Chen Dongdong, Chen Minghui, Lang Binxin, Wang Xiaoqing, Xu Qiang, Shen Jiong, Liang Lihua, Luo Qin
Key Laboratory of Special Equipment Safety Testing Technology of Zhejiang Province, Zhejiang Academy of Special Equipment Science, Hangzhou 310020, China.
College of Mechanical and Electrical Engineering, China Jiliang University, Hangzhou 310018, China.
Sensors (Basel). 2025 Aug 22;25(17):5219. doi: 10.3390/s25175219.
To address the challenges of weak early-stage loosening fault signals and strong environmental noise interference in escalator drive mainframe anchor bolts, which hinder effective fault feature extraction, this paper proposes an improved Residual Convolutional Denoising Autoencoder (RCDAE) for signal denoising in high-intensity noise environments.
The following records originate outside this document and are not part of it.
"""complexity.py OUTSIDE_COMPLEXITY: each step of the inversion lines and of complexity worked out anew with scipy and numpy on the same
grids: smoothing, zero lines and gradients, potential field, dilation, overlap, Gaussian, labelling, distances. Prints TAP.
Debian packages: python3-scipy, python3-numpy.
"""
import subprocess
import sys

import numpy as np
from scipy import interpolate, ndimage, signal, spatial

OURS = sys.argv[1]
CASES = range(4)
FWHM_SIGMA = 2 * np.sqrt(2 * np.log(2))
STEP, FWHM = 1.5, 3.0
number = failed = 0


def test(sentence):
    """Runs a function as one TAP line; an assertion or an exception fails it; a text returned is printed beside it."""
    def wrap(function):
        global number, failed
        number += 1
        try:
            note = function()
        except Exception as error:  # every failure must become a line
            failed += 1
            print(f"not ok {number} - {sentence}\n#   {type(error).__name__}: {error}", flush=True)
        else:
            print(f"ok {number} - {sentence}" + (f"\n#   {note}" if note else ""), flush=True)
        return function
    return wrap


def ours(table, case):
    done = subprocess.run([OURS, table, str(case)], stdout=subprocess.PIPE, text=True, check=True)
    return np.genfromtxt(done.stdout.splitlines(), delimiter=",", names=True)


class Region:
    def __init__(self, case):
        pixels = ours("pixels", case)
        self.image = pixels["field"].reshape(int(pixels["y"].max()) + 1, int(pixels["x"].max()) + 1)
        grid = ours("grid", case)
        self.grids = []
        for k in range(4):
            rows = grid[grid["grid"] == k]
            shape = int(rows["row"].max()) + 1, int(rows["column"].max()) + 1
            self.grids.append({name: rows[name].reshape(shape) for name in grid.dtype.names})
        self.lines = np.atleast_1d(ours("lines", case))
        self.figures = ours("figures", case)
        first = self.grids[0]
        self.x, self.y = first["x_mm"][0], first["y_mm"][:, 0]
        self.field, self.inside = first["field"], first["inside"] > 0

    def spline(self, name):
        return interpolate.RectBivariateSpline(self.y, self.x, self.grids[0][name], kx=5, ky=5)


regions = [Region(case) for case in CASES]


def near(what, got, expected, tolerance):
    off = np.max(np.abs(np.asarray(got, float) - np.asarray(expected, float)))
    assert off <= tolerance, f"{what}: off by {off:.6g}, allowed {tolerance:g}"  # NaN fails
    return off


# -- smoothing --------------------------------------------------------------------------------------------------

def smoothed(region, sigma_x, sigma_y):
    image = ndimage.gaussian_filter(region.image, (sigma_y, sigma_x), truncate=5)
    first = region.grids[0]
    return ndimage.map_coordinates(image, [first["pixel_y"], first["pixel_x"]], order=5)


@test("at disk centre the reference resolution is scipy's Gaussian, the pixels' own width taken off")
def _():
    region = regions[0]
    pixel = np.radians(region.figures["pixel_arcsec"] / 3600) * (region.figures["distance_mm"] - region.figures["radius_mm"])
    sigma = np.sqrt((FWHM / FWHM_SIGMA / pixel) ** 2 - 1 / 12)
    expected = smoothed(region, sigma, sigma)
    rim = np.hypot(region.grids[0]["x_mm"], region.grids[0]["y_mm"]) < 45  # the plane and the sky differ by 1e-3 here
    scale = np.abs(region.image).max()
    off = near("smoothed field", region.grids[0]["value"][rim] / scale, expected[rim] / scale, 2e-3)
    return f"largest departure {off:.2e} of the peak"


@test("off centre it is a Gaussian narrower by mu across the limb's direction")
def _():
    region = regions[1]
    first = region.grids[0]
    middle = np.hypot(first["x_mm"], first["y_mm"]) < 6
    distance = region.figures["distance_mm"] - region.figures["radius_mm"] * np.cos(np.radians(40))
    pixel = np.radians(region.figures["pixel_arcsec"] / 3600) * distance  # to 2e-3 the distance from the observer
    mu = first["mu"][middle].mean()
    plain = FWHM / FWHM_SIGMA / pixel
    expected = smoothed(region, np.sqrt((plain * mu) ** 2 - 1 / 12), np.sqrt(plain ** 2 - 1 / 12))
    scale = np.abs(region.image).max()
    off = near("smoothed field", first["value"][middle] / scale, expected[middle] / scale, 4e-3)
    return f"largest departure {off:.2e} of the peak"


@test("the field used is the smoothed one over mu, or the radial product as it is")
def _():
    for region, radial in zip(regions, (True, False, False, False)):
        for grid in region.grids:
            seen = grid["value"] != 0
            near("field", grid["field"][seen], (grid["value"] / (1 if radial else grid["mu"]))[seen], 1e-6)


# -- lines ------------------------------------------------------------------------------------------------------

@test("points of the lines lie where a spline through the nodes is zero, and their gradients are the spline's")
def _():
    worst = [0, 0]
    for region in regions:
        field, points = region.spline("field"), region.lines
        value = field.ev(points["y_mm"], points["x_mm"])
        gradient = np.hypot(field.ev(points["y_mm"], points["x_mm"], dx=1), field.ev(points["y_mm"], points["x_mm"], dy=1))
        worst[0] = max(worst[0], near("distance from the zero, Mm", value / gradient, 0, 0.25))
        strong = points["gradient"] > 20
        worst[1] = max(worst[1], near("gradient over the spline's", points["gradient"][strong] / gradient[strong], 1, 0.05))
    return f"off the zero by at most {worst[0]:.3f} Mm, gradients by {100 * worst[1]:.1f} %"


def stretches(region):
    """Both ends' rows of every stretch, and its length along the great circle."""
    points = region.lines
    a, b = points[:-1], points[1:]
    same = a["line"] == b["line"]
    a, b = a[same], b[same]
    unit = [np.stack([np.cos(np.radians(p["lat_deg"])) * np.cos(np.radians(p["lon_deg"])),
                      np.cos(np.radians(p["lat_deg"])) * np.sin(np.radians(p["lon_deg"])), np.sin(np.radians(p["lat_deg"]))], 1)
            for p in (a, b)]
    angle = np.arctan2(np.linalg.norm(np.cross(*unit), axis=1), np.sum(unit[0] * unit[1], axis=1))
    return a, b, angle * region.figures["radius_mm"]


@test("lengths are those along great circles; Falconer's strong-gradient and weighted lengths follow from the points")
def _():
    for region in regions:
        a, b, length = stretches(region)
        gradient, transverse = (a["gradient"] + b["gradient"]) / 2, (a["transverse"] + b["transverse"]) / 2
        figures = region.figures
        near("length, Mm", figures["length_mm"], length.sum(), 1e-4)
        strong = transverse >= 150
        near("strong field, Mm", figures["strong_field_mm"], length[strong].sum(), 1e-4)
        near("strong gradient, Mm", figures["strong_gradient_mm"], length[strong & (gradient >= 50)].sum(), 1e-4)
        near("weighted, G", figures["weighted_gauss"], (gradient * length)[strong].sum(), 0.01)


@test("the length of all zero lines is scipy's area over which the field is small, times gradient (coarea formula)")
def _():
    notes = []
    for region in regions[:2]:  # one line each, right across the outline
        fine = 0.05
        x, y = np.arange(region.x[0] + 9, region.x[-1] - 9, fine), np.arange(region.y[0] + 9, region.y[-1] - 9, fine)
        field = region.spline("field")
        value = field(y, x)
        gradient = np.hypot(field(y, x, dx=1), field(y, x, dy=1))
        inside = ndimage.map_coordinates(region.inside.astype(float), np.meshgrid((y - region.y[0]) / STEP, (x - region.x[0]) / STEP,
                                                                               indexing="ij"), order=1) > 0.5
        # strong field within 15 Mm straight across: the line's own ends
        ends = [region.lines[0], region.lines[-1]]
        span = [np.array([p["x_mm"], p["y_mm"]]) for p in ends]
        along = (span[1] - span[0]) / np.linalg.norm(span[1] - span[0])
        place = (x[None, :] - span[0][0]) * along[0] + (y[:, None] - span[0][1]) * along[1]
        tree = spatial.cKDTree(np.stack([region.lines["x_mm"], region.lines["y_mm"]], 1))
        use = inside & (np.abs(value) < 5) & (place > 0) & (place < np.linalg.norm(span[1] - span[0]))
        row, column = np.nonzero(use)  # fields fall to nothing far away as well: only what is near the line
        close = tree.query(np.stack([x[column], y[row]], 1))[0] < 3
        length = (gradient[row[close], column[close]] * fine ** 2).sum() / 10
        near("length over the coarea's", region.figures["length_mm"] / length, 1, 0.02)
        notes.append(f"{region.figures['length_mm']:.1f} and {length:.1f} Mm")
    return "; ".join(notes)


# -- potential field --------------------------------------------------------------------------------------------

@test("the transverse potential field is the Green's function's: B = 1 / 2 pi times the integral of Bz r / r^3")
def _():
    worst, parts = 0, 5
    for region in regions:
        rows, columns = ((n - 1) * parts + 1 for n in region.field.shape)
        fine = STEP / parts
        field = region.spline("field")(np.linspace(region.y[0], region.y[-1], rows), np.linspace(region.x[0], region.x[-1], columns))
        dy, dx = np.meshgrid(np.arange(-rows + 1, rows) * fine, np.arange(-columns + 1, columns) * fine, indexing="ij")
        r3 = np.hypot(dx, dy) ** 3
        r3[rows - 1, columns - 1] = np.inf
        bx, by = (signal.fftconvolve(field, d / r3)[rows - 1:2 * rows - 1, columns - 1:2 * columns - 1] * fine ** 2 / (2 * np.pi)
                  for d in (dx, dy))
        expected = np.hypot(bx, by)[::parts, ::parts]
        peak = expected[region.inside].max()
        worst = max(worst, near("transverse field over its peak", region.grids[0]["transverse"][region.inside] / peak,
                                expected[region.inside] / peak, 0.03))
    return f"largest departure {worst:.3f} of the peak"


# -- figures on the nodes ---------------------------------------------------------------------------------------

def schrijver(grid):
    inside = grid["inside"] > 0
    plus, minus = (ndimage.binary_dilation(inside & (s * grid["field"] > 150), np.ones((3, 3))) for s in (1, -1))
    weight = ndimage.gaussian_filter((plus & minus & inside).astype(float), 15 / FWHM_SIGMA / STEP, mode="constant")
    return (np.abs(grid["field"]) * weight)[inside].sum() * STEP ** 2 * 1e16


@test("Schrijver's R is scipy's dilation by 3 x 3, overlap and Gaussian of 15 Mm, over four grids")
def _():
    for region in regions:
        near("R over scipy's", region.figures["r_mx"] / np.mean([schrijver(grid) for grid in region.grids]), 1, 1e-3)


@test("flux near the line is what a k-d tree of its strong stretches finds within 15 Mm")
def _():
    for region in regions:
        a, b, _ = stretches(region)
        strong = (a["gradient"] + b["gradient"]) / 2 >= 50
        share = np.linspace(0, 1, 9)[:, None]
        points = np.stack([(a[n][strong] + share * (b[n][strong] - a[n][strong])).ravel() for n in ("x_mm", "y_mm")], 1)
        first = region.grids[0]
        reach = spatial.cKDTree(points).query(np.stack([first["x_mm"].ravel(), first["y_mm"].ravel()], 1))[0].reshape(region.field.shape)
        expected = np.abs(region.field)[region.inside & (reach <= 15)].sum() * STEP ** 2 * 1e16
        near("flux near the line over scipy's", region.figures["flux_near_mx"] / expected, 1, 0.005)


@test("strong pieces are scipy's labels with 15 % of their flux")
def _():
    for region in regions:
        fluxes = []
        for sign in (1, -1):
            labels, n = ndimage.label(region.inside & (sign * region.field >= 150), np.ones((3, 3)))
            fluxes += list(ndimage.sum(np.abs(region.field), labels, range(1, n + 1)))
        fluxes = np.array(fluxes)
        assert (fluxes >= 0.15 * fluxes.sum()).sum() == region.figures["pieces"]


print(f"1..{number}")
sys.exit(1 if failed else 0)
The model combines DMS (Dynamically Multimodal Synergistic) loss function, the gated residual mechanism, and CNN-Transformer. The experimental results demonstrate that the proposed model achieves an average accuracy of 93.88% under noise intensities ranging from 10 dB to -10 dB, representing a 2.65% improvement over the baseline model without the improved RCDAE (91.23%). At the same time, in order to verify the generalization performance of the model, the CWRU bearing data set is used to conduct experiments under the same conditions. The experimental results show that the accuracy of the proposed model is 1.30% higher than that of the baseline model without improved RCDAE, validating the method's significant advantages in noise suppression and feature representation. This study provides an effective solution for loosening fault diagnosis of escalator drive mainframe anchor bolts.
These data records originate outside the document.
#!/usr/bin/python3
# SPDX-License-Identifier: GPL-3.0-or-later
# SPDX-FileCopyrightText: The Tiltfield developers
"""bundle.py TILTFIELD_RUN SOURCE: a study bundle as somebody without this program has it. Prints TAP.

Python's zipfile, csv and json read it; the picks, the verdicts, the share and its exact interval and the slope of Joy's law are worked out
anew from its rows (numpy; scipy's beta distribution for Clopper and Pearson's interval; Hale's rule as in Hale & Nicholson 1925: the leader
is positive in the north in odd cycles) and must be the numbers that the program printed.
"""
import csv
import glob
import io
import json
import math
import os
import subprocess
import sys
import tempfile
import zipfile

import numpy as np
from scipy.stats import beta

RUN, TOP = sys.argv[1:3]
work = tempfile.TemporaryDirectory(prefix="tiltfield-bundle-")
os.environ["XDG_STATE_HOME"] = os.path.join(work.name, "state")
number = 0


def say(sentence, good, *details):
    global number
    number += 1
    print(f"{'ok' if good else 'not ok'} {number} - {sentence}")
    for line in details:
        print(f"#   {line}")


def run(*words, code=0):
    done = subprocess.run([RUN, *words], stdout=subprocess.PIPE, stderr=subprocess.PIPE, text=True, timeout=200)
    if done.returncode != code:
        raise RuntimeError(f"{words}: exit {done.returncode}: {done.stderr[-500:]}")
    return done


def path(name):
    return os.path.join(work.name, name)


def read(name):
    with zipfile.ZipFile(path(name)) as file:
        if file.testzip() is not None:
            raise RuntimeError(file.testzip())
        inside = {entry: file.read(entry) for entry in file.namelist()}
    text = inside["sample.csv"].decode("utf-8")
    lines = text.split("\r\n")
    begin = next(k for k, line in enumerate(lines) if not line.startswith("#"))
    rows = list(csv.DictReader(io.StringIO("\r\n".join(lines[begin:]), newline="")))
    return inside, rows, json.loads(inside["study.json"]), json.loads(inside["laws.json"])


def value(row, column):
    return float(row[column]) if row[column] != "" else math.nan


def holds(row, condition):
    """One condition of study.json; what a row lacks it passes."""
    column, kind, limit = condition["column"], condition["is"], condition["value"]
    if row[column] == "":
        return True
    if kind in ("not", "equals"):
        return (row[column] == limit) == (kind == "equals")
    size = float(row[column])
    return {"within": abs(size) <= limit if kind == "within" else None, "at-least": size >= limit if kind == "at-least" else None,
            "at-most": size <= limit if kind == "at-most" else None}[kind]


def pick(rows, study):
    """Numbers of the rows that mark conditions, the rule (greatest flux of a passage) and region conditions leave."""
    marks = [k for k, row in enumerate(rows) if all(holds(row, c) for c in study["mark_conditions"]) and row["unipolar"] != "true"]
    best = {}
    for k in marks:
        if value(rows[k], "mu") < study["sampling"]["sampling-mu"]:
            continue
        at = rows[k]["passage_number"]
        if at not in best or value(rows[k], "flux_unsigned_mx") > value(rows[best[at]], "flux_unsigned_mx"):
            best[at] = k
    return {k for k in best.values() if all(holds(rows[k], c) for c in study["region_conditions"])}


def verdict(row):
    """Hale's rule on a row that is sure of itself."""
    positive_leads_north = int(row["cycle"]) % 2 == 1
    north = value(row, "lat_deg") > 0
    return "keeps" if (float(row["leading_polarity"]) > 0) == (positive_leads_north == north) else "breaks"


def weighted_median(values, weights):
    """Middle of the values when each stands as often as its weight; the mean of the two where the middle falls between."""
    order = np.argsort(values, kind="stable")
    v, w = np.asarray(values)[order], np.asarray(weights)[order]
    total = np.cumsum(w)
    k = int(np.searchsorted(total, total[-1] / 2))
    return (v[k] + v[k + 1]) / 2 if total[k] == total[-1] / 2 else v[k]


def check(name, what):
    inside, rows, study, laws = read(name)
    wanted = {"study.json", "sample.csv", "laws.json", "versions.json"}
    say(f"{what}: zipfile reads it, and nothing but what was promised is in it",
        wanted <= set(inside) and all(n in wanted or n.startswith("figures/") and inside[n].startswith(b"%PDF-") for n in inside), str(sorted(inside)))
    printed = json.loads(run("laws", "--json", path(name)).stdout)
    say(f"{what}: the program says same", printed["bundle"]["same"] and printed["bundle"]["differences"] == [], *printed["bundle"]["differences"][:5])
    picks = {k for k, row in enumerate(rows) if row["picked"] == "true"}
    own = pick(rows, study)
    say(f"{what}: picked are those that the study's conditions and rule pick", picks == own and len(picks) == laws["sample"]["picks"],
        f"{len(picks)} picked, {len(own)} here, {laws['sample']['picks']} printed", str(sorted(picks ^ own)[:10]))
    judged = [rows[k] for k in sorted(picks) if rows[k]["hale"] in ("keeps", "breaks")]
    wrong = [row["mark"] for row in judged if verdict(row) != row["hale"]]
    say(f"{what}: every verdict is Hale's rule", judged and not wrong, f"{len(judged)} verdicts", *wrong[:5])
    n, breaks = len(judged), sum(row["hale"] == "breaks" for row in judged)
    over_all = next(row for row in printed["hale"] if row["cycle"] is None and row["hemisphere"] == "both")
    low = beta.ppf(0.025, breaks, n - breaks + 1) if breaks else 0
    high = beta.ppf(0.975, breaks + 1, n - breaks)
    say(f"{what}: share that breaks, and its exact interval",
        over_all["n"] == n and over_all["breaks"] == breaks and abs(over_all["share_breaks"] - breaks / n) < 1e-4
        and abs(over_all["clopper_pearson"][0] - low) < 1e-4 and abs(over_all["clopper_pearson"][1] - high) < 1e-4,
        f"{breaks} of {n}", str(over_all["clopper_pearson"]), str([low, high]))
    used = [rows[k] for k in sorted(picks) if rows[k]["axis_tilt_deg"] != "" and rows[k]["hale"] != "breaks"]
    joy = next(row for row in printed["joy"] if row["cycle"] is None and row["hemisphere"] == "both")
    options = study["methods"]["joy"]
    used = [row for row in used if abs(value(row, "axis_tilt_deg")) <= options["joy-steep"]
            and not value(row, "separation_deg") < options["joy-separation"] and not value(row, "compactness") < options["joy-compactness"]]
    lat = np.array([abs(value(row, "lat_deg")) for row in used])
    tilt = np.array([value(row, "axis_tilt_deg") for row in used])
    slope = weighted_median(tilt / lat, lat)
    say(f"{what}: slope of Joy's law (median of tilt over latitude, weighted by latitude)",
        (joy["form"], joy["estimator"]) == ("linear", "robust") and joy["n"] == len(used) and abs(joy["slope"] - slope) < 1e-3,
        f"{slope} here, {joy['slope']} printed", f"{len(used)} tilts here, {joy['n']} printed")
    there, faults = 0, []
    for total in laws["axial_dipole"]:
        own = {}
        for k in sorted(picks):
            row = rows[k]
            if (row["cycle_sure"] == "true" and int(row["cycle"]) == total["cycle"] and row["axial_dipole_gauss"] != ""
                    and total["hemisphere"] in ("both", "N" if value(row, "lat_deg") > 0 else "S") and total["verdict"] in ("all", row["hale"])):
                own.setdefault(row["region_number"], []).append(value(row, "axial_dipole_gauss"))
        there += len(own)
        if total["regions"] != len(own) or abs(total["sum_gauss"] - sum(np.mean(v) for v in own.values())) > 1e-9:
            faults.append(f"{total}: {own}")
    known = sum(rows[k]["axial_dipole_gauss"] != "" for k in picks)  # a table may have none
    say(f"{what}: the axial dipole by cycle, hemisphere and verdict is the sum over its regions",
        not faults and (there > 0) == (known > 0), f"{known} picks with a dipole", *faults[:3])
    regions = {row["region_number"] for k, row in enumerate(rows) if k in picks}
    say(f"{what}: regions are counted by their number", len(regions) == laws["sample"]["regions"], f"{len(regions)}, {laws['sample']['regions']}")


run("simulate", "cycles", path("cycles"), "--cycle-regions", "150")
run("bring", path("cycles.ledger"), path("cycles/cycles.csv"), "--source", "invented cycles")
run("laws", path("cycles.ledger"), "--bundle", path("cycles.zip"), "--hale-draws", "100", "--joy-draws", "100")
check("cycles.zip", "invented cycles")

frames = sorted(glob.glob(os.path.join(TOP, "data-demo", "frames", "brindle-201310*-0600.fits")))[:4]
run("fill", path("frames.ledger"), *frames)
run("follow", path("frames.ledger"))
run("laws", path("frames.ledger"), "--with-hints", "--bundle", path("frames.zip"), "--hale-draws", "100", "--joy-draws", "100")
os.rename(path("frames.ledger"), path("gone"))
check("frames.zip", "hints of four frames, the ledger gone")
print(f"1..{number}")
为解决自动扶梯驱动主机地脚螺栓早期松动故障信号微弱、环境噪声干扰强烈,从而阻碍有效故障特征提取的问题,本文提出一种改进的残差卷积去噪自编码器(RCDAE),用于在高强度噪声环境下进行信号去噪。该模型结合了动态多模态协同(DMS)损失函数、门控残差机制和卷积神经网络-Transformer。实验结果表明,所提出的模型在10 dB至-10 dB的噪声强度下平均准确率达到93.88%,比未改进RCDAE的基线模型(91.23%)提高了2.65%。同时,为验证模型的泛化性能,使用西储大学(CWRU)轴承数据集在相同条件下进行实验。实验结果表明,所提出模型的准确率比未改进RCDAE的基线模型高1.30%,验证了该方法在噪声抑制和特征表示方面的显著优势。本研究为自动扶梯驱动主机地脚螺栓松动故障诊断提供了一种有效解决方案。